Gov. Hassan says NH casino funding could top out at $100M
MANCHESTER - Gov. Maggie Hassan told a statewide group of business leaders Monday that approval of one, highly regulated casino in New Hampshire will probably bring in more than the $80 million in licensing fees predicted in her budget proposal for the next two years.
"Given what we've seen in the bidding for Massachusetts, it could be more like $100 million," she said at a luncheon hosted by the New Hampshire Business and Industry Association at the Radisson Hotel.
"We've got to acknowledge what's coming to our backyard," she said, referring to the Bay State, where 11 companies are bidding for three licenses to operate slot parlors and casinos.

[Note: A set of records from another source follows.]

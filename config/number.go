package config

import (
	"errors"
	"fmt"
	"math"
	"regexp"
	"strconv"
	"strings"

	"sagcrest/config/quantity"
	"sagcrest/profile/finding"
	"sagcrest/profile/station"
)

// number brings one value to SI.
func (r *reading) number(n numeric, path, limits string) {
	v, f := n.cell(), n.form()
	if !v.given {
		return
	}
	switch {
	case v.bare && !f.bare:
		r.noUnit(v, path, f)
	case v.bare:
		r.bareNumber(v, path, f)
	case !f.quoted:
		r.complain(textFault(v.text), path, fmt.Sprintf("%s is the text %q", path, v.text), "write "+f.what)
	default:
		r.textNumber(n, path)
	}
	if _, whole := n.(*count); whole && v.ok && v.si != math.Trunc(v.si) {
		v.ok = false
		r.complain("F06", path, fmt.Sprintf("%s is %s", path, shortest(v.number)), "write "+f.what)
	}
	if v.ok && limits != "" {
		r.within(v, path, f, limits)
	}
}

// noUnit complains of a bare number where text with a unit is meant.
func (r *reading) noUnit(v *value, path string, f form) {
	_, err := quantity.Parse(shortest(v.number), f.kind)
	var e *quantity.Error
	if errors.As(err, &e) && e.Fault == quantity.ErrMissing {
		r.complain("F04", path, fmt.Sprintf("%s is the bare number %s: %v", path, shortest(v.number), e.Fault), e.Help)
		return
	}
	r.complain("F06", path, fmt.Sprintf("%s is no finite number", path), "write "+f.what)
}

// textFault chooses the code for text where only a bare number may stand: with
// a unit behind the number it is one that does not belong there.
func textFault(s string) finding.Code {
	if _, unit, err := quantity.ParseAny(s); err == nil && unit.Token != "" {
		return "F04"
	}
	if _, err := quantity.Number(s); errors.Is(err, quantity.ErrComma) {
		return "U14"
	}
	return "F06"
}

// bareNumber scales a number without unit: by the project's unit of length where
// it counts in that, from degrees where it is an angle.
func (r *reading) bareNumber(v *value, path string, f form) {
	if math.IsNaN(v.number) || math.IsInf(v.number, 0) {
		r.complain("F06", path, fmt.Sprintf("%s is no finite number", path), "write "+f.what)
		return
	}
	v.si, v.ok = v.number, true
	if f.local {
		v.si *= r.units.Metres()
	}
	if f.kind == quantity.Angle {
		v.si *= f.size
	}
}

// textNumber reads a number with its unit, or what stands in its place: a
// station, a printed figure, the word "solve".
func (r *reading) textNumber(n numeric, path string) {
	v, f := n.cell(), n.form()
	var err error
	switch n.(type) {
	case *place:
		if !strings.HasPrefix(path, "accept") { // there it may be a name: see acceptPlace
			r.station(v, path)
		}
		return
	case *figure:
		v.si, v.unit, err = parseFigure(v.text)
	case *amount:
		v.si, v.unit, err = quantity.ParseAny(v.text)
		if err == nil && v.unit.Token == "" {
			err = &quantity.Error{Fault: quantity.ErrMissing, Text: v.text, Help: "write " + f.what}
		}
	default:
		v.si, err = quantity.Parse(v.text, f.kind)
	}
	switch {
	case err == nil:
		v.ok = true
	case v.text == "solve" && strings.HasPrefix(path, "profile.pvi"):
		r.complain("F09", path, fmt.Sprintf("%s %q: %s", path, v.text, notBuilt), notBuiltHelp)
	default:
		r.quantityFault(err, path, f)
	}
}

// quantityFault gives the error of a number with unit its code.
func (r *reading) quantityFault(err error, path string, f form) {
	var e *quantity.Error
	if !errors.As(err, &e) { // Parse returns no other
		panic("config: " + err.Error())
	}
	code := finding.Code("F04")
	switch e.Fault {
	case quantity.ErrComma:
		code = "U14"
	case quantity.ErrNumber:
		code = "F06"
		e.Help = "write " + f.what
	}
	r.complain(code, path, fmt.Sprintf("%s is %q: %v", path, e.Text, e.Fault), e.Help)
}

// dated matches what spreadsheets make of stations and ids: "3-4", "4-Mar",
// "950E2862".
var dated = regexp.MustCompile(`^(\d+[-/.](\d+|[A-Za-z]{3})([-/.]\d+)?|[A-Za-z]{3}-\d+|\d+(\.\d+)?[Ee][+-]?\d+)$`)

// station reads a label. It tells a slip of the pen (F06) from the traces of a
// spreadsheet or of another locale (U14), since these are mended at the source.
func (r *reading) station(v *value, path string) {
	s, err := r.labels.Parse(v.text)
	if err == nil {
		v.si, v.ok = float64(s), true
		return
	}
	code, help := finding.Code("F06"), stationHelp(r.labels)
	trimmed := strings.TrimSpace(v.text)
	if _, number := quantity.Number(trimmed); number == nil {
		help = "write the bare number without quotes, or " + help
	}
	switch {
	case strings.Contains(trimmed, ","):
		code, help = "U14", "write a decimal point: "+strings.Replace(trimmed, ",", ".", 1)
	case dated.MatchString(trimmed) && !isDecimal(trimmed):
		code, help = "U14", "a spreadsheet has rewritten it; "+help
	}
	r.complain(code, path, fmt.Sprintf("%s is %q, which is no station", path, v.text), help)
}

// isDecimal tells "12.5" from the dates that look like it.
func isDecimal(s string) bool {
	whole, rest, found := strings.Cut(s, ".")
	_, errWhole := strconv.Atoi(whole)
	_, errRest := strconv.Atoi(rest)
	return found && errWhole == nil && errRest == nil
}

// stationHelp shows the form of the labels that the project uses.
func stationHelp(l station.Labels) string {
	if l.US() {
		return `a station is written "12+34.5": two digits before the decimal point`
	}
	return `a station is written "1+234.5": three digits before the decimal point`
}

// shortest prints a number as a person would have typed it.
func shortest(v float64) string { return strconv.FormatFloat(v, 'f', -1, 64) }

"With Massachusetts moving forward, we can no longer pretend that expanded gambling isn't coming to our communities. It is, and if we don't act, revenues from New Hampshire residents will fund Massachusetts needs, while we still bear the social costs."
She said the state could lose $75 million a year in social costs and lost revenue if it does nothing to counter the expansion of gambling in neighboring Massachusetts.
Failure by the state Legislature to approve the casino plan would leave a gaping hole in Hassan's budget. Revenue estimates from existing sources show growth of only 2 percent or less per year.
"That won't deliver what we need to do the basics," she said. "Without the $80 million from one casino, I believe some of our most important priorities, like restoring funds to our universities and community colleges, addressing our strained mental health system and protecting our natural resources, will be among the first items cut."
Hassan was applauded when she expressed her support for doubling the funding for the state's research and development tax credit. The state Senate unanimously approved increasing the funding from $1 million to $2 million, with a House vote expected this week.
She touched on several initiatives of interest to the business association, including restored funding for the university and community college systems, initiatives to promote education in science and technology and grants to help school districts launch robotics teams to compete in the FIRST program (For Inspiration and Recognition of Science and Technology).
The governor used the words innovative or innovation 20 times in her 20-minute speech.
"I believe the approach that we have taken puts our state on the right path and will help set the foundation to build a more innovative economy," she said. "Because we cannot afford to ignore our challenges and just assume the good jobs of the innovation economy will simply appear. We must lead the way and work together to build a stronger, more innovative New Hampshire."